(MATERIAL PROVIDED Opens)

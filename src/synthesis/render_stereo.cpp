// Rendering every channel of a patch (see render.hpp: render_channels).
#include <cstdint>
#include <vector>

#include "core/rng.hpp"
#include "core/stereo.hpp"
#include "synthesis/render.hpp"

namespace wane {

namespace {

/// A seed of a channel's own noise, apart from the shared seed and from the other channel's.
std::uint64_t own_noise_seed(std::uint64_t seed, channel_side side) {
    splitmix64 rng{seed ^ (side == channel_side::left ? 0x6c656674ULL : 0x72696768ULL)};
    return rng.next();
}

}  // namespace

std::vector<std::vector<float>> render_channels(const patch& p, const render_params& params) {
    if (!is_stereo(p)) return {render_patch(p, params)};
    std::vector<std::vector<float>> out;
    for (const channel_side side : {channel_side::left, channel_side::right}) {
        render_params channel_params = params;
        channel_params.own_noise_seed = own_noise_seed(params.noise_seed, side);
        out.push_back(render_patch(channel_patch(p, side), channel_params));
    }
    return out;
}

}  // namespace wane
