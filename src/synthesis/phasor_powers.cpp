#include "synthesis/phasor_powers.hpp"

#include <bit>
#include <cmath>
#include <cstdint>
#include <memory>

#include "core/units.hpp"

namespace wane {

namespace {

/// Rows kept per thread and kind (a power of two: the slot is the top bits of a hash). On the
/// synthetic note about 1000 partials are planned over 331 plans, most of them seen before.
constexpr int kept_bits = 8;
constexpr std::size_t kept_rows = std::size_t{1} << kept_bits;

/// Rows by the bits of their argument, one per slot (a new row takes its slot's place).
template <class Row>
struct kept_table {
    std::array<std::uint64_t, kept_rows> key{};
    std::array<bool, kept_rows> filled{};
    std::array<Row, kept_rows> row{};
};

/// make(x), kept in table by x's bits (the same bits give the same row: make is a function of x).
template <class Row, class Make>
Row kept_row(std::unique_ptr<kept_table<Row>>& table, double x, Make make) {
    if (!table) table = std::make_unique<kept_table<Row>>();
    const auto bits = std::bit_cast<std::uint64_t>(x);
    // Fibonacci hashing: the top bits of the product depend on every bit of the key.
    const auto slot = static_cast<std::size_t>((bits * 0x9E3779B97F4A7C15ULL) >> (64 - kept_bits));
    if (!table->filled[slot] || table->key[slot] != bits) {
        table->row[slot] = make(x);
        table->key[slot] = bits;
        table->filled[slot] = true;
    }
    return table->row[slot];
}

lane_turns make_turns(double cycles_per_frame) {
    lane_turns u;
    for (std::size_t l = 0; l <= render_lanes; ++l) u[l] = std::polar(1.0, two_pi * cycles_per_frame * static_cast<double>(l));
    return u;
}

lane_decays make_decays(double ln_amp_per_frame) {
    lane_decays rho;
    for (std::size_t l = 0; l <= render_lanes; ++l) rho[l] = std::exp(ln_amp_per_frame * static_cast<double>(l));
    return rho;
}

}  // namespace

lane_turns lane_turns_of(double cycles_per_frame) {
    thread_local std::unique_ptr<kept_table<lane_turns>> kept;
    return kept_row(kept, cycles_per_frame, make_turns);
}

lane_decays lane_decays_of(double ln_amp_per_frame) {
    if (ln_amp_per_frame == 0.0) {  // e^0 = 1 (also for -0)
        lane_decays ones;
        ones.fill(1.0);
        return ones;
    }
    thread_local std::unique_ptr<kept_table<lane_decays>> kept;
    return kept_row(kept, ln_amp_per_frame, make_decays);
}

}  // namespace wane
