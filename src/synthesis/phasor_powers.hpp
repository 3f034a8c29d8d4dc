// The per-lane powers a render plan's phasors start from (synthesis/render.cpp): a partial's turns
// e^(j w l) and a decay span's change e^(a l), l = 0 .. render_lanes, a row of libm calls each
// (sincos, exp: most of a plan's cost). The analysis plans the same partial again and again (trials
// of its attack, phase or level, a copy rendered over other spans), so the last rows a thread made
// are kept by the bits of their argument: a kept row is the row made anew, bit for bit.
#pragma once

#include <array>
#include <complex>
#include <cstddef>

#include "synthesis/render.hpp"

namespace wane {

/// (cos(w l), sin(w l)) as std::polar(1.0, w l) makes them, w = 2 pi cycles_per_frame, l <= render_lanes.
using lane_turns = std::array<std::complex<double>, render_lanes + 1>;
/// e^(ln_amp_per_frame l) (std::exp of the product; exactly 1 where ln_amp_per_frame is 0), l <= render_lanes.
using lane_decays = std::array<double, render_lanes + 1>;

lane_turns lane_turns_of(double cycles_per_frame);
lane_decays lane_decays_of(double ln_amp_per_frame);

}  // namespace wane
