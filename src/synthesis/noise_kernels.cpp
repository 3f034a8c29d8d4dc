#include "synthesis/noise_kernels.hpp"

#include "synthesis/kernel_clones.hpp"

namespace wane::noise_kernels {

WANE_KERNEL_CLONES
void add_scaled(float* __restrict acc, const float* __restrict src, float gain, std::size_t count, bool onto_zero) {
    if (onto_zero) {
        for (std::size_t n = 0; n < count; ++n) acc[n] = 0.0f + gain * src[n];
    } else {
        for (std::size_t n = 0; n < count; ++n) acc[n] += gain * src[n];
    }
}

WANE_KERNEL_CLONES
void add_modulated(float* __restrict acc, const float* __restrict src, const float* __restrict amp, float gain,
                   std::size_t count, bool onto_zero) {
    if (onto_zero) {
        for (std::size_t n = 0; n < count; ++n) acc[n] = 0.0f + gain * (amp[n] * src[n]);
    } else {
        for (std::size_t n = 0; n < count; ++n) acc[n] += gain * (amp[n] * src[n]);
    }
}

WANE_KERNEL_CLONES
void add_windowed(float* __restrict out, const float* __restrict frame, const float* __restrict window,
                  std::size_t count) {
    for (std::size_t n = 0; n < count; ++n) out[n] += frame[n] * window[n];
}

}  // namespace wane::noise_kernels
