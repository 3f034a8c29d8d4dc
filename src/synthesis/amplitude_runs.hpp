// A noise band's amplitude across one synthesis frame, sample by sample (synthesis/noise_render):
// within an envelope piece it is an exponential, made as a chain of products a, a r, a r^2, ...
// (internal to src/synthesis).
#pragma once

#include <cstddef>
#include <span>
#include <vector>

#include "core/envelope.hpp"

namespace wane {

/// A run of a piece's exponential: dest[n] = a, then a *= ratio, for n < count (in double, one
/// chain of multiplies, each sample rounded to float as it is written).
struct amplitude_run {
    float* dest = nullptr;
    std::size_t count = 0;
    double a = 0.0;
    double ratio = 1.0;
};

/// Plays the runs, four at a time in step: each run's chain of multiplies waits on itself only,
/// so four run side by side, each the same sequence of products (the same floats) as alone.
void play_runs(std::span<const amplitude_run> runs);

/// dest[n] = the linear amplitude of envelope env (pieces: envelope_pieces(env), peak_lin: its
/// peak's amplitude) at t0_s + n * dt_s: 0 before the onset, the attack's ramp, and each piece's
/// exponential by one power per piece and a product per sample. The onset's and the attack's
/// samples are written here; each piece's run is appended to runs, for play_runs to write.
void fill_amplitude(const envelope& env, std::span<const envelope_piece> pieces, double peak_lin, double t0_s,
                    double dt_s, std::span<float> dest, std::vector<amplitude_run>& runs);

/// The first n in [from, size) whose time t0_s + n dt_s is not before end_s (size if none): the
/// per-sample test, which is monotone in n, found from its estimate and then checked as written.
std::size_t piece_stop(double t0_s, double dt_s, double end_s, std::size_t from, std::size_t size);

}  // namespace wane
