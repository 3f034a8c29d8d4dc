// A bound on how loud a render can get: for any stretch of frames, a level no sample of the
// render (partials plus noise, any noise seed) reaches. The peak match (analysis/peak_match)
// renders a copy only as far as the bound says its peak (or the samples near it) can still come.
//
// Partials: |sum_k g_k A_k(t) cos(...)| <= sum_k g_k max A_k over the stretch, A_k the envelope
// (core/envelope.hpp: a linear ramp, then straight dB pieces, so its maximum over an interval lies
// at the interval's ends or a piece's ends), g_k the gain times the band-limit gain (synthesis/render.hpp).
//
// Noise (synthesis/noise_render.hpp): sample n is the sum over the frames covering it of the Hann
// window times the band's bin magnitude c times a unit frame, the unnormalized inverse FFT of
// `count` unit-magnitude bins (DC and Nyquist excluded), so |unit| <= 2 count. Periodic Hann
// windows at hop N/4 sum to 2, hence |band noise| <= 4 count c max A over the frames covering n
// (the level at a frame's centre, or the envelope sample by sample in a fast frame: within a frame
// of n either way). count <= (high - low) / bin_hz + 1 (the layout's bins lie inside the band, at
// least one). A render at another rate than the noise's draw rate converts it by a kernel whose
// taps' magnitudes sum to at most rate_convert_gain, reading one kernel length around n. A stereo
// channel's bins (noise_render_params::own_seed) are sqrt(c) u + sqrt(1 - c) v, |.| <= sqrt(2).
//
// Float rounding: the renders' relative errors (~4e-6, synthesis/render.cpp) are covered by a
// margin of render_bound_margin on every bound.
#pragma once

#include <cstddef>
#include <span>
#include <vector>

#include "core/envelope.hpp"
#include "core/patch.hpp"
#include "synthesis/render.hpp"

namespace wane {

/// Every bound is multiplied by this (float rounding of the renders; a reasoned margin, far over
/// the ~1e-5 relative error of a sum of float partials and frames).
inline constexpr double render_bound_margin = 1.01;

class render_bound {
public:
    /// The bound of render_patch(p, params) (params.gain_db, noise_gain_db and include_noise as
    /// there; any noise seed).
    render_bound(const patch& p, const render_params& params);

    std::size_t frames() const { return frames_; }
    /// Bound on |partials| over frames [first, frames()).
    double partials_from(std::size_t first) const;
    /// Bound on |noise| over frames [first, last) (last <= frames()).
    double noise_over(std::size_t first, std::size_t last) const;
    /// Bound on |render| over frames [first, frames()).
    double from(std::size_t first) const { return partials_from(first) + noise_over(first, frames_); }

private:
    struct source {
        envelope env;
        std::vector<envelope_piece> pieces;
        double gain = 0.0;  ///< amplitude per unit of envelope amplitude
    };
    /// Largest envelope amplitude of s over [from_s, to_s] (to_s may be infinite), times s.gain.
    static double largest(const source& s, double from_s, double to_s);

    std::size_t frames_ = 0;
    double rate_hz_ = 0.0;
    std::vector<source> partials_;
    std::vector<source> bands_;
    double noise_reach_s_ = 0.0;  ///< how far from a sample the noise's envelopes reach it
};

/// Per block of render_anchor_frames of a render, from its partials' samples and the render's
/// bound: the most the render (any noise draw) can reach there, and the least its peak can be
/// (|partials| less the noise's bound, at its best block).
struct loudness_blocks {
    std::vector<double> most;
    double least_peak = 0.0;

    /// Adds the blocks of partials, frames [first, first + partials.size()) (first a multiple of
    /// render_anchor_frames, the blocks before it added).
    void add(std::span<const float> partials, std::size_t first, const render_bound& bound);
    /// One past the last frame of the blocks that can reach level (a multiple of render_anchor_frames).
    std::size_t frames_reaching(double level) const;
};

/// Where a render stops mattering: no frame from it on comes within within_db of the
/// render's peak (bound: render_bound(p, params)). The partials a step at a time until the bound
/// of the rest falls under that level, then the blocks that can still reach it (partials plus the
/// noise's bound); the whole render when those reach the end fade.
std::size_t frames_within(const patch& p, const render_params& params, const render_bound& bound, double within_db);


/// Figures of frames [0, frames) of render_patch(p, params), frames = frames_within(...), made a
/// stretch at a time (partial_renderer::render_with_noise, bit for bit) without holding them: the
/// peak |sample| of every block of render_anchor_frames and of all.
struct block_peaks {
    std::size_t frames = 0;
    float peak = 0.0f;
    std::vector<float> peaks;  ///< per block
    /// A render made in one piece (frames within the stretch, short of the end fade): its frames,
    /// and its partials' alone (no noise), kept so that nothing needs rendering again (the
    /// loud end below; the peak match's other draws share the partials). Empty otherwise.
    std::vector<float> samples;
    std::vector<float> partials;

    /// One past the last of the frames whose |sample| is at or over level (0 if none): the last
    /// block that reaches it read from samples, or rendered again when they were not kept (p
    /// and params those the figures were made from).
    std::size_t end_at_or_above(const patch& p, const render_params& params, float level) const;
};
/// Frames block_peaks_within renders at once by default, and the longest render whose partials
/// it keeps from frames_within's pass (4 MB: a render up to ~22 s at 48 kHz is rendered once, as
/// every real note; a longer one a stretch at a time, its partials twice, the noise's frames
/// across a stretch's edges drawn twice).
inline constexpr std::size_t peak_stretch_frames = 1024 * render_anchor_frames;
/// stretch_frames: a multiple of render_anchor_frames (the figures do not depend on it).
block_peaks block_peaks_within(const patch& p, const render_params& params, const render_bound& bound, double within_db,
                               std::size_t stretch_frames = peak_stretch_frames);

/// The peak |sample| of render_patch(p, params) (bound: render_bound(p, params)), as
/// block_peaks_within(p, params, bound, 0.0).peak: rendered first only as far as a level of
/// guess_lin (0: none) proves nothing later can reach, which holds when the peak found reaches
/// it (a good guess: a level a little under the peak, known from another render of p); else
/// sought again without it. The same peak either way; only the cost depends on the guess.
float render_peak(const patch& p, const render_params& params, const render_bound& bound, double guess_lin);

}  // namespace wane
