/// Periodic pseudo-random white noise: one period of period_frames with a flat magnitude
/// spectrum (every bin 1 .. N/2 at magnitude 1, seeded uniform random phases, DC 0) made with
/// FFTW's inverse real FFT, normalised to RMS 1, repeated to length_frames.
std::vector<double> periodic_white_noise(int period_frames, std::size_t length_frames, std::uint32_t seed) {
    splitmix64 gen{seed};
    const test::uniform_draw<double> phase{0.0, two_pi};
    std::vector<double> period(static_cast<std::size_t>(period_frames));
    fftw_complex* spec = fftw_alloc_complex(static_cast<std::size_t>(period_frames / 2 + 1));
    fftw_plan plan = fftw_plan_dft_c2r_1d(period_frames, spec, period.data(), FFTW_ESTIMATE);
    spec[0][0] = spec[0][1] = 0.0;
    for (int k = 1; k <= period_frames / 2; ++k) {
        const double ph = phase(gen);
        spec[k][0] = std::cos(ph);
        spec[k][1] = std::sin(ph);
    }
    spec[period_frames / 2][1] = 0.0;  // Nyquist bin is real
    fftw_execute(plan);
    fftw_destroy_plan(plan);
    fftw_free(spec);
    double sum_sq = 0.0;
    for (double v : period) sum_sq += v * v;
    const double rms = std::sqrt(sum_sq / period_frames);
    std::vector<double> out(length_frames);
    for (std::size_t i = 0; i < length_frames; ++i) out[i] = period[i % period.size()] / rms;
    return out;
}

TEST_CASE("T30 of decaying white noise in octave bands 250 Hz .. 4 kHz", "[measure][decay]") {
    // Periodic pseudo-random white noise (period 0.1 s) under an exponential envelope with
    // T60 = 1.5 s, and a steady Gaussian floor 80 dB below the start: every octave band decays at
    // the same known rate, so T30 = 1.5 s within 2 % (project requirement). Periodic noise has the
    // same band power in every period, so no realisation-to-realisation spread enters.
    const double t60_s = 1.5;
    const std::uint32_t seed = GENERATE(1u, 2u, 3u);
    const std::size_t n = static_cast<std::size_t>(3.0 * rate_hz);
    const std::vector<double> noise = periodic_white_noise(4800, n, seed);
    const std::vector<float> floor = decaying_noise(infinity, 3.0, seed + 100u);  // steady, RMS 0.1
    std::vector<float> x(n);
    const double floor_gain = std::pow(10.0, -80.0 / 20.0);
    for (std::size_t i = 0; i < n; ++i) {
        const double t = static_cast<double>(i) / rate_hz;
        x[i] = static_cast<float>(0.1 * std::pow(10.0, -3.0 * t / t60_s) * noise[i] +
                                  floor_gain * static_cast<double>(floor[i]));
    }
    for (const int index : {-2, -1, 0, 1, 2}) {  // 250, 500, 1k, 2k, 4k
        const octave_filter filter(octave_band_at(index), rate_hz);
        const decay_times d = measure_decay(filter.apply(x), rate_hz);
        INFO("seed " << seed << " band " << filter.band().nominal_hz << " Hz: T20 " << d.t20_s << " s, T30 "
                     << d.t30_s << " s, range " << d.dynamic_range_db << " dB, crosspoint "
                     << static_cast<double>(d.crosspoint.crosspoint_frames) / rate_hz << " s");
        CHECK(d.crosspoint.found);
        CHECK_THAT(d.t30_s, WithinRel(t60_s, 0.02));
        CHECK_THAT(d.t20_s, WithinRel(t60_s, 0.02));
    }
}

TEST_CASE("T30 of Gaussian decaying noise is unbiased over realisations", "[measure][decay]") {
    // Gaussian white noise is one random realisation each time: a single band's T30 spreads by a
    // few percent (measured up to 9 % at 250 Hz over 8 seeds), more in narrow bands. The mean over
    // 8 seeds must still be 1.5 s within 2 % in every band 250 Hz .. 4 kHz.
    const double t60_s = 1.5;
    for (const int index : {-2, -1, 0, 1, 2}) {
        const octave_filter filter(octave_band_at(index), rate_hz);
        double sum = 0.0;
        int count = 0;
        for (std::uint32_t seed = 1; seed <= 8; ++seed) {
            const decay_times d = measure_decay(filter.apply(decaying_noise(t60_s, 3.0, seed, -80.0)), rate_hz);
            INFO("band " << filter.band().nominal_hz << " Hz seed " << seed << ": T30 " << d.t30_s << " s");
            CHECK(!std::isnan(d.t30_s));
            sum += d.t30_s;
            ++count;
        }
        const double mean = sum / count;
        INFO("band " << filter.band().nominal_hz << " Hz: mean T30 " << mean << " s over " << count << " seeds");
        CHECK_THAT(mean, WithinRel(t60_s, 0.02));
    }
}

TEST_CASE("decay times are not reported without the noise margin", "[measure][decay]") {
    // Floor only 30 dB below the start: T30 needs 45 dB of range (ISO 3382-1:2009, from memory),
    // so it is NaN; T20 needs 35 dB, also NaN.
    const std::vector<float> x = decaying_noise(1.0, 2.0, 11u, -30.0);
    const decay_times d = measure_decay(x, rate_hz);
    CAPTURE(d.dynamic_range_db, d.t20_s, d.t30_s);
    CHECK(d.dynamic_range_db < 35.0);
    CHECK(std::isnan(d.t20_s));
    CHECK(std::isnan(d.t30_s));
    // A silent signal has no decay.
    const std::vector<float> silent(48000, 0.0f);
    CHECK_FALSE(measure_decay(silent, rate_hz).crosspoint.found);
}

TEST_CASE("spectral distance: self 0, a copy 6 dB quieter 6.0 dB", "[measure][spectral]") {
    const std::vector<float> a = test_note(1.0);
    const spectral_distance_result self = spectral_distance(a, a);
    CHECK(self.log_spectral_distance_db == 0.0);
    CHECK(self.spectral_convergence == 0.0);
    REQUIRE(self.per_resolution.size() == 4);
    CHECK(self.per_resolution[0].fft_size == 512);
    CHECK(self.per_resolution[3].hop_frames == 1024);

    const double gain = std::pow(10.0, -6.0 / 20.0);
    std::vector<float> b(a.size());
    for (std::size_t i = 0; i < a.size(); ++i) b[i] = static_cast<float>(gain * static_cast<double>(a[i]));
    const spectral_distance_result quieter = spectral_distance(a, b);
    CAPTURE(quieter.log_spectral_distance_db, quieter.spectral_convergence);
    // Every bin is 6 dB lower: exactly 6 dB and |1 - gain| = 0.49881 (project requirement: within 0.05 dB).
    CHECK_THAT(quieter.log_spectral_distance_db, WithinAbs(6.0, 0.05));
    CHECK_THAT(quieter.spectral_convergence, WithinAbs(1.0 - gain, 1e-5));
    for (const auto& r : quieter.per_resolution) {
        CAPTURE(r.fft_size, r.bins_used, r.stft_frames);
        CHECK(r.bins_used > 0);
        CHECK_THAT(r.log_spectral_distance_db, WithinAbs(6.0, 0.05));
    }
}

(MATERIAL PROVIDED Closes)

§ ABOUT THIS EXERCISE
Each line of the records, from the opening one through the line holding "std::vector<std::vector<float>> render_channels(const patch&", should be restated word for word, with nothing else in the answer.

§ EXERCISE RESULT
filename src/synthesis/render_stereo.cpp
// Rendering every channel of a patch (see render.hpp: render_channels).
#include <cstdint>
#include <vector>

#include "core/rng.hpp"
#include "core/stereo.hpp"
#include "synthesis/render.hpp"

namespace wane {

namespace {

/// A seed of a channel's own noise, apart from the shared seed and from the other channel's.
std::uint64_t own_noise_seed(std::uint64_t seed, channel_side side) {
    splitmix64 rng{seed ^ (side == channel_side::left ? 0x6c656674ULL : 0x72696768ULL)};
    return rng.next();
}

}  // namespace

std::vector<std::vector<float>> render_channels(const patch& p, const render_params& params) {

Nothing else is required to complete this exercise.